def test_length_derivative_and_free_length_design():
    space = BarUndercut(
        _bar(ROSEWOOD), 0.022, min_thickness=0.004, end_keep=0.02, length_range=(0.34, 0.46)
    )
    goals = _goals(293.66, (1, 4, 10))
    ev = Evaluator(space, goals)
    u = np.full(space.n, 0.5)
    J = ev.evaluate(u, jacobian=True).jacobian
    up, dn = u.copy(), u.copy()
    up[-1] += 1e-4
    dn[-1] -= 1e-4
    fd = (ev.evaluate(up).residuals - ev.evaluate(dn).residuals) / 2e-4
    assert np.allclose(J[:, -1], fd, rtol=1e-4)
    # a shorter bar sounds higher: the length derivative of every partial is negative
    assert np.all(J[:, -1] < 0)


def test_mac_identifies_identical_and_orthogonal_shapes():
    # Allemang & Brown (1982): MAC = 1 for the same shape (any scale), 0 for orthogonal ones
    x = np.linspace(0, np.pi, 200)
    a = np.column_stack([np.sin(x), np.sin(2 * x)])
    m = mac(a, -3.0 * a)
    assert np.allclose(np.diag(m), 1.0) and np.allclose(m[0, 1], 0.0, atol=1e-12)


# --- designs ---------------------------------------------------------------------------------


@pytest.mark.parametrize(
    ("material", "f0", "ratios", "blank"),
    [
        (ROSEWOOD, 261.63, (1, 4, 10), (0.40, 0.05, 0.022)),  # C4 marimba bar
        (ROSEWOOD, 523.25, (1, 3, 6), (0.30, 0.038, 0.022)),  # C5 xylophone bar
    ],
)
def test_wood_bar_designs_meet_targets_on_independent_check(material, f0, ratios, blank):
    space = BarUndercut(_bar(material, *blank), blank[2], min_thickness=0.004, end_keep=0.02)
    goals = _goals(f0, ratios)
    result = design(Evaluator(space, goals), SearchSettings(seed=3))
    assert result.converged, result.message
    errors = _check_independently(space, result.u, goals)
    # tolerances 0.5/1/2 cents; the written 1 mm stations may differ from the smooth design by
    # far less than 0.05 cent (linear interpolation error ~ h'' dx^2 / 8 ~ 2 um)
    assert np.all(np.abs(errors) <= np.array([g.tolerance_cents for g in goals]) + 0.05)


@pytest.mark.slow
@pytest.mark.parametrize(
    ("material", "f0", "ratios", "blank"),
    [
        (ROSEWOOD, 220.0, (1, 4, 10), (0.42, 0.055, 0.022)),
        (ALUMINIUM, 261.63, (1, 4, 10), (0.32, 0.038, 0.012)),
        (ALUMINIUM, 880.0, (1, 3, 6), (0.22, 0.032, 0.012)),
        (ROSEWOOD, 392.0, (1, 3, 6), (0.34, 0.04, 0.022)),
    ],
)
def test_more_designs_wood_and_aluminium(material, f0, ratios, blank):
    space = BarUndercut(_bar(material, *blank), blank[2], min_thickness=0.003, end_keep=0.015)
    goals = _goals(f0, ratios)
    result = design(Evaluator(space, goals), SearchSettings(seed=5))
    assert result.converged, result.message
    errors = _check_independently(space, result.u, goals)
    assert np.all(np.abs(errors) <= np.array([g.tolerance_cents for g in goals]) + 0.05)


def test_same_seed_same_result():
    space = BarUndercut(_bar(ROSEWOOD), 0.022, min_thickness=0.004, end_keep=0.02)
    goals = _goals(261.63, (1, 4, 10))
    a = design(Evaluator(space, goals), SearchSettings(seed=11))
    b = design(Evaluator(space, goals), SearchSettings(seed=11))
    assert np.array_equal(a.u, b.u) and a.solves == b.solves


def test_every_limit_is_honoured():
    L, t0 = 0.40, 0.022
    space = BarUndercut(
        _bar(ROSEWOOD, L=L, t0=t0),
        t0,
        min_thickness=0.008,
        max_depth=0.012,
        end_keep=0.03,
        node_zone=0.012,
        cutter_radius=0.03,
    )
    goals = _goals(300.0, (1, 4, 10), tols=(1, 3, 5))
    result = design(Evaluator(space, goals), SearchSettings(seed=2, budget=600))
    u = result.u
    x = np.linspace(0, L, 4001)
    depth = space.depth_and_jacobian(u, x)[0]
    assert depth.min() >= 0.0  # material is only removed
    assert depth.max() <= 0.012 + 1e-12  # max depth
    assert (t0 - depth).min() >= 0.008 - 1e-12  # min thickness
    e = space.cut_edge(L)
    assert np.all(depth[(x <= max(0.03, e)) | (x >= L - max(0.03, e))] == 0.0)  # ends, nodes
    nodes = solve(_station_bar(space, u), {"bending": 1}).family("bending")[0].nodes_m
    for xn in nodes:  # uncut zone of 12 mm around each mode-1 node of the designed bar
        assert np.all(depth[np.abs(x - xn) <= 0.006] == 0.0)
    # cutter: concave radius of the cut surface z = -depth(x) never below 30 mm
    assert space.curvature_margin(u) >= 0.0


def test_unreachable_target_is_reported_with_binding_limit():
    # a 22 mm blank cannot reach 1:4:10 when it may only be thinned to 18 mm
    space = BarUndercut(_bar(ROSEWOOD), 0.022, min_thickness=0.018, end_keep=0.02)
    goals = _goals(600.0, (1, 4, 10))
    result = design(Evaluator(space, goals), SearchSettings(seed=1, budget=300, restarts=1))
    assert not result.converged and result.status == 1
    assert "out of reach" in result.message
    assert any("minimum thickness" in b for b in result.binding)


def test_clearance_of_unwanted_modes_is_checked():
    # A known answer: goals set to the bar's own bending frequencies (every error 0), and a
    # keep-clear band (in the rule's place: half a critical bandwidth, Zwicker & Terhardt,
    # 1980) chosen from the computed gaps. A band wider than the first torsion mode's gap to
    # its nearest partial must make the verdict MISSED_UNWANTED naming that mode; a band
    # narrower than every gap must let the same design pass.
    from tonewright.optimizer.search import MET, MISSED_UNWANTED, verdict

    space = BarUndercut(_bar(ROSEWOOD, L=0.38, b=0.05), 0.022, min_thickness=0.0044, end_keep=0.02)
    u = np.full(space.n, 0.4)
    # a vanishing band: the torsion and lateral modes are solved, none can be inside a band
    none = Clearance(("torsion", "lateral"), lambda f: np.full_like(f, 1e-9), 3.0)
    plain = Evaluator(space, _goals(261.63, (1, 4, 10)), none).evaluate(u)
    goals = [Goal("bending", k + 1, f, 1.0) for k, f in enumerate(plain.achieved_hz)]
    f_t = plain.family_hz["torsion"][0]
    gap = float(np.min(np.abs(f_t - plain.achieved_hz)))
    assert gap > 3.0  # not a coincidence: the band decides
    wide = Clearance(("torsion", "lateral"), lambda f: np.full_like(f, 1.5 * gap), 3.0)
    held = verdict(Evaluator(space, goals, wide), u)
    assert held.status == MISSED_UNWANTED and not held.met
    assert "torsion mode 1" in held.message
    assert "clearance of unwanted modes" in held.binding
    ev = Evaluator(space, goals, wide).evaluate(u)
    for m in ev.unwanted:
        assert m.clear == (not (3.0 < m.gap_hz < m.band_hz))
    every_gap = [
        np.min(np.abs(f - plain.achieved_hz))
        for fam in ("torsion", "lateral")
        for f in plain.family_hz[fam]
    ]
    narrow_band = 0.5 * float(min(g for g in every_gap if g > 3.0))
    narrow = Clearance(("torsion", "lateral"), lambda f: np.full_like(f, narrow_band), 3.0)
    passed = verdict(Evaluator(space, goals, narrow), u)
    assert passed.status == MET, passed.message


def test_tube_tuned_to_a_strike_note():
    # Tubular bells: the strike note lies an octave below mode 4 (Fletcher & Rossing, ch. 19,
    # from memory): one component, mode 4 over 2
    tube = Tube(1.2, constant(0.032), constant(0.0015), ALUMINIUM)
    target = 392.0  # G4
    comps = ((4, 2.0, 1.0),)
    goals = [Goal("strike", 1, target, 1.0, 1.0, comps)]
    space = TubeDesign(tube, (0.8, 1.8))
    result = design(Evaluator(space, goals), SearchSettings(seed=1))
    assert result.converged, result.message
    bar = space.part(result.u)
    modes = solve(bar, {"bending": 6}, tol_cents=0.01)
    f = [modes.frequency("bending", k) for k in range(1, 7)]
    assert abs(1200 * np.log2(strike_note_hz(f) / target)) < 1.0
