"""Tuning targets: library profiles, the ``[target]`` table of a part file, and resolution to Hz.

A *profile* lists the partials to tune as ratios to the fundamental (fundamental = 1) or as
cents above it, each with a tolerance in cents and a mode family (``bending`` by default, or
``torsion``). The ``order`` of a partial is its 1-based rank within its family in the list:
``[1, 4, 10]`` are bending modes 1, 2 and 3.

Resolution (``resolve``) turns a target into frequencies:

1. nominal fundamental ``f_nom``: a note name in equal temperament referred to ``a4_hz``
   (ISO 16: A4 = 440 Hz by default), or a number in Hz, or the first of ``notes``;
2. octave stretch (``tonewright.acoustics.pitch.stretch_cents``, this project's rule):
   ``s * max(0, log2(f_nom / f_from))`` cents, ``f_from`` the note ``stretch_from``;
3. temperature: a part meant to sound at ``temperature_c`` but modelled with material data for
   ``reference_temperature_c`` is aimed ``-k (temperature_c - reference_temperature_c)`` cents
   off, ``k`` the material's temperature coefficient of pitch (cents/K, negative: warmer is
   flatter), so that it lands on pitch when played at ``temperature_c``;
4. ``f_0 = f_nom * 2^((stretch + temperature) / 1200)`` and partial ``i`` at ``ratio_i * f_0``:
   the whole bar moves, the ratios between partials stay.

Strike targets (profile ``kind = "strike"``, for chimes and tubular bells) resolve to a single
partial of family ``"strike"``: the optimizer computes the strike note with
``tonewright.acoustics.pitch.strike_note_hz`` from the part's free-free bending modes 1..6 and
drives it to that partial's frequency; no bending mode is itself a target.
"""

from __future__ import annotations

import itertools
import math
import re
import tomllib
from collections.abc import Mapping
from dataclasses import dataclass
from functools import cache
from pathlib import Path
from typing import Any, Literal

import numpy as np
from pydantic import BaseModel, ConfigDict, Field, ValidationError, model_validator

from tonewright.acoustics.pitch import (
    cents_to_ratio,
    note_to_hz,
    stretch_cents,
    temperature_correction_cents,
)
from tonewright.errors import InputError, from_validation_error, read_text_input
from tonewright.targets import targets_dir

__all__ = [
    "DEFAULT_TOLERANCE_CENTS",
    "Family",
    "ResolvedTarget",
    "TargetPartial",
    "TargetProfile",
    "TargetSpec",
    "list_targets",
    "load_target",
    "parse_target",
    "resolve",
]

Family = Literal["bending", "torsion"]
ProfileKind = Literal["partials", "strike"]

DEFAULT_TOLERANCE_CENTS = (1.0, 3.0)
"""Fundamental, then every overtone, when no tolerance is given (common practice, no source)."""

_RATIO_ONE_TOL = 1e-9
_HZ_RE = re.compile(r"^\s*([0-9]*\.?[0-9]+(?:[eE][+-]?[0-9]+)?)\s*hz\s*$", re.IGNORECASE)


def _default_tolerances(n: int) -> list[float]:
    first, rest = DEFAULT_TOLERANCE_CENTS
    return [first] + [rest] * (n - 1)


def _check_partials(ratios: list[float], families: list[str], what: str) -> None:
    """Positive, fundamental first at exactly 1, strictly increasing within each family."""
    if not ratios:
        raise ValueError(f"{what} is empty; give at least the fundamental")
    bad = [r for r in ratios if not (math.isfinite(r) and r > 0)]
    if bad:
        raise ValueError(f"{what} must be positive and finite, got {bad[0]!r}")
    if abs(ratios[0] - 1.0) > _RATIO_ONE_TOL or families[0] != "bending":
        raise ValueError(
            f"{what} must start with the bending fundamental (ratio 1 / 0 cents), got {ratios[0]!r}"
        )
    for family in set(families):
        seq = [r for r, f in zip(ratios, families, strict=True) if f == family]
        if any(b <= a for a, b in itertools.pairwise(seq)):
            raise ValueError(f"{what} of family {family!r} must increase strictly, got {seq}")


def _check_lengths(name: str, values: list[Any] | None, n: int) -> None:
    if values is not None and len(values) != n:
        raise ValueError(f"{name} has {len(values)} entries, but there are {n} partials")


class TargetProfile(BaseModel):
    """One library profile file (see the module docstring)."""

    model_config = ConfigDict(extra="forbid", frozen=True)

    name: str = Field(min_length=1)
    description: str = Field(min_length=1)
    partials: list[float] | None = None
    cents: list[float] | None = None
    tolerance_cents: list[float]
    families: list[Family] | None = None
    source: str = Field(min_length=3)
    kind: ProfileKind = "partials"

    @model_validator(mode="after")
    def _consistent(self) -> TargetProfile:
        if (self.partials is None) == (self.cents is None):
            raise ValueError("give exactly one of 'partials' (ratios) and 'cents'")
        n = len(self.ratios)
        _check_lengths("families", self.families, n)
        _check_lengths("tolerance_cents", self.tolerance_cents, n)
        if any(not (math.isfinite(t) and t > 0) for t in self.tolerance_cents):
            raise ValueError(f"tolerance_cents must be positive, got {self.tolerance_cents}")
        _check_partials(list(self.ratios), list(self.family_list), "partials")
        if self.kind == "strike" and (n != 1 or self.families is not None):
            raise ValueError("a strike profile has exactly one partial, [1], and no families")
        return self

    @property
    def ratios(self) -> tuple[float, ...]:
        """Ratios to the fundamental, whichever way the file gave them."""
        if self.partials is not None:
            return tuple(float(r) for r in self.partials)
        return tuple(float(r) for r in cents_to_ratio(self.cents or []))

    @property
    def family_list(self) -> tuple[str, ...]:
        return tuple(self.families or ["bending"] * len(self.ratios))


def list_targets() -> list[str]:
    """Names of the library profiles, sorted."""
    return sorted(p.stem for p in targets_dir().glob("*.toml"))


def _is_path(name_or_path: str | Path) -> bool:
    text = str(name_or_path)
    return isinstance(name_or_path, Path) or text.endswith(".toml") or "/" in text or "\\" in text


@cache
def _read_profile(path: Path) -> TargetProfile:
    try:
        raw = tomllib.loads(read_text_input(path))
    except tomllib.TOMLDecodeError as exc:
        raise InputError(f"{path}: not valid TOML ({exc})") from None
    try:
        return TargetProfile.model_validate(raw)
    except ValidationError as exc:
        raise from_validation_error(exc, str(path)) from None


def load_target(name_or_path: str | Path) -> TargetProfile:
    """A library profile by name (``"marimba-1-4-10"``) or a profile file by path."""
    if _is_path(name_or_path):
        return _read_profile(Path(name_or_path).resolve())
    path = targets_dir() / f"{name_or_path}.toml"
    if not path.is_file():
        raise InputError(
            f"target profile {name_or_path!r} is not in the library; "
            f"available: {', '.join(list_targets())}"
        )
    return _read_profile(path)


class TargetSpec(BaseModel):
    """The ``[target]`` table of a part file.

    ``fundamental``: note name ("F4") or Hz (not needed with ``notes``); ``a4_hz``: pitch
    standard; exactly one of ``profile`` (library name or path), ``ratios``, ``cents`` or
    ``notes``; ``families`` only with the inline forms; ``tolerance_cents`` a scalar for all
    partials or one per partial; ``weights`` one per partial (default 1); ``temperature_c`` the
    temperature the pitch is meant at; ``stretch_cents_per_octave`` above ``stretch_from``.
    """

    model_config = ConfigDict(extra="forbid", frozen=True)

    fundamental: str | float | None = None
    a4_hz: float = Field(default=440.0, ge=380.0, le=500.0)
    profile: str | None = None
    ratios: list[float] | None = None
    cents: list[float] | None = None
    notes: list[str] | None = None
    families: list[Family] | None = None
    tolerance_cents: float | list[float] | None = None
    weights: list[float] | None = None
    temperature_c: float | None = Field(default=None, ge=-40.0, le=60.0)
    stretch_cents_per_octave: float = Field(default=0.0, ge=-50.0, le=50.0)
    stretch_from: str = "C6"

    @model_validator(mode="before")
    @classmethod
    def _no_bools(cls, data: Any) -> Any:
        if isinstance(data, Mapping) and isinstance(data.get("fundamental"), bool):
            raise ValueError(
                f"fundamental must be a note name like 'F4' or a frequency in Hz, "
                f"got {data['fundamental']!r}"
            )
        return data

    @model_validator(mode="after")
    def _consistent(self) -> TargetSpec:
        given = [k for k in ("profile", "ratios", "cents", "notes") if getattr(self, k) is not None]
        if len(given) != 1:
            raise ValueError(
                "give exactly one of profile, ratios, cents, notes"
                + (f" (got {', '.join(given)})" if given else "")
            )
        if self.profile is not None and self.families is not None:
            raise ValueError(
                "families come from the profile; give them only with ratios/cents/notes"
            )
        note_to_hz(self.stretch_from, self.a4_hz)  # raises on a bad name
        if self.notes is None:
            if self.fundamental is None:
                raise ValueError("fundamental is required: a note name like 'F4' or Hz")
        f_nom = self.nominal_fundamental_hz()
        ratios, families = self._ratios_families()
        n = len(ratios)
        _check_lengths("families", self.families, n)
        _check_partials(ratios, families, given[0])
        if isinstance(self.tolerance_cents, list):
            _check_lengths("tolerance_cents", self.tolerance_cents, n)
        tolerances = self._tolerances(n)
        if any(not (math.isfinite(t) and t > 0) for t in tolerances):
            raise ValueError(f"tolerance_cents must be positive, got {self.tolerance_cents}")
        _check_lengths("weights", self.weights, n)
        if self.weights is not None and (
            any(not (math.isfinite(w) and w >= 0) for w in self.weights) or max(self.weights) <= 0
        ):
            raise ValueError(f"weights must be >= 0 with at least one > 0, got {self.weights}")
        if self.notes is not None and self.fundamental is not None:
            given_f = self._fundamental_hz()
            if abs(1200 * math.log2(given_f / f_nom)) > 0.5:
                raise ValueError(
                    f"fundamental {self.fundamental!r} differs from the first note "
                    f"{self.notes[0]!r}"
                )
        return self

    # -- helpers used by the validator and by resolve --------------------------------------

    def _fundamental_hz(self) -> float:
        value = self.fundamental
        if isinstance(value, str):
            hz = _HZ_RE.match(value)
            if hz is None:
                return note_to_hz(value, self.a4_hz)
            value = float(hz[1])
        if value is None or not (math.isfinite(value) and value > 0):
            raise ValueError(
                f"fundamental must be a note name or a positive frequency, got {value!r}"
            )
        return float(value)

    def nominal_fundamental_hz(self) -> float:
        """Fundamental before stretch and temperature corrections, Hz."""
        if self.notes is not None:
            return note_to_hz(self.notes[0], self.a4_hz)
        return self._fundamental_hz()

    def _profile(self) -> TargetProfile | None:
        return None if self.profile is None else load_target(self.profile)

    def profile_kind(self) -> ProfileKind:
        profile = self._profile()
        return "partials" if profile is None else profile.kind

    def _ratios_families(self) -> tuple[list[float], list[str]]:
        profile = self._profile()
        if profile is not None:
            return list(profile.ratios), list(profile.family_list)
        if self.ratios is not None:
            ratios = [float(r) for r in self.ratios]
        elif self.cents is not None:
            ratios = [float(r) for r in cents_to_ratio(self.cents)]
        else:
            f = [note_to_hz(name, self.a4_hz) for name in self.notes or []]
            ratios = [fi / f[0] for fi in f]
        return ratios, list(self.families or ["bending"] * len(ratios))

    def _tolerances(self, n: int) -> list[float]:
        if isinstance(self.tolerance_cents, int | float):
            return [float(self.tolerance_cents)] * n
        if isinstance(self.tolerance_cents, list):
            return [float(t) for t in self.tolerance_cents]
        profile = self._profile()
        return list(profile.tolerance_cents) if profile is not None else _default_tolerances(n)
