# Invented demo material shaped like Wood Handbook ratios (E_L/G_LT ~ 13); aluminium 6061-T6
# typical values (Aluminum Association, Aluminum Standards and Data; from memory).
WOOD = Orthotropic(20e9, 2.2e9, 1.2e9, 1.6e9, 1.5e9, 0.4e9, 0.37, 0.45, 0.6, 1000.0)
AL_E, AL_NU, AL_RHO = 68.9e9, 0.33, 2700.0
ALUMINIUM = isotropic(AL_E, AL_NU, AL_RHO)
# the demo undercut bar: 400 x 55 x 22 mm, undercut to 7 mm between 160 and 240 mm
STATIONS_MM = np.array([[0, 22], [120, 22], [160, 7], [240, 7], [280, 22], [400, 22]], float)
UNDERCUT = PiecewiseLinear(STATIONS_MM[:, 0] / 1000, STATIONS_MM[:, 1] / 1000)
L, B, T0 = 0.4, 0.055, 0.022

# Euler-Bernoulli free-free beta_n L (Thomson, Theory of Vibration with Applications, App. D,
# Tables D.1-D.2, further digits derived)
EB_FREE = np.array([4.73004074, 7.85320462, 10.99560784, 14.13716549, 17.27875966])


# ---------------------------------------------------------------------------------------------
# Independent oracle: the Timoshenko beam by transfer matrices (exact for a uniform beam)
def timoshenko_free_free(
    L: float, EI: float, kGA: float, rhoA: float, rhoI: float, n: int, ends: str = "free"
) -> np.ndarray:
    """First n natural frequencies (Hz) of a uniform Timoshenko beam.

    Timoshenko (1921), Phil. Mag. 41, 744-746: state (w, psi, M, Q) with w' = psi + Q / kGA,
    psi' = M / EI, M' = -Q - rho I omega^2 psi, Q' = -rho A omega^2 w; y(L) = expm(A L) y(0).
    Free ends: M = Q = 0; pinned ends: w = M = 0. Roots of the 2x2 determinant by bisection.
    """
    rows, cols = ([2, 3], [0, 1]) if ends == "free" else ([0, 2], [1, 3])

    def det(omega: float) -> float:
        A = np.array(
            [
                [0.0, 1.0, 0.0, 1.0 / kGA],
                [0.0, 0.0, 1.0 / EI, 0.0],
                [0.0, -rhoI * omega**2, 0.0, -1.0],
                [-rhoA * omega**2, 0.0, 0.0, 0.0],
            ]
        )
        S = expm(A * L)[np.ix_(rows, cols)]
        return float(np.linalg.det(S / np.abs(S).max()))

    omega_eb = np.sqrt(EI / rhoA) / L**2
    grid = omega_eb * np.linspace(0.5, ((n + 1.5) * np.pi) ** 2, 300 * n)  # roots ~50 steps apart
    d = np.array([det(o) for o in grid])
    roots = [
        brentq(det, grid[i], grid[i + 1], xtol=1e-13 * grid[i])
        for i in np.flatnonzero(np.sign(d[:-1]) != np.sign(d[1:]))[:n]
    ]
    return np.array(roots) / (2.0 * np.pi)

What is needed. Please copy every line in the entries where "lambda" appears.

Reply to the task.
    none = Clearance(("torsion", "lateral"), lambda f: np.full_like(f, 1e-9), 3.0)
    wide = Clearance(("torsion", "lateral"), lambda f: np.full_like(f, 1.5 * gap), 3.0)
    narrow = Clearance(("torsion", "lateral"), lambda f: np.full_like(f, narrow_band), 3.0)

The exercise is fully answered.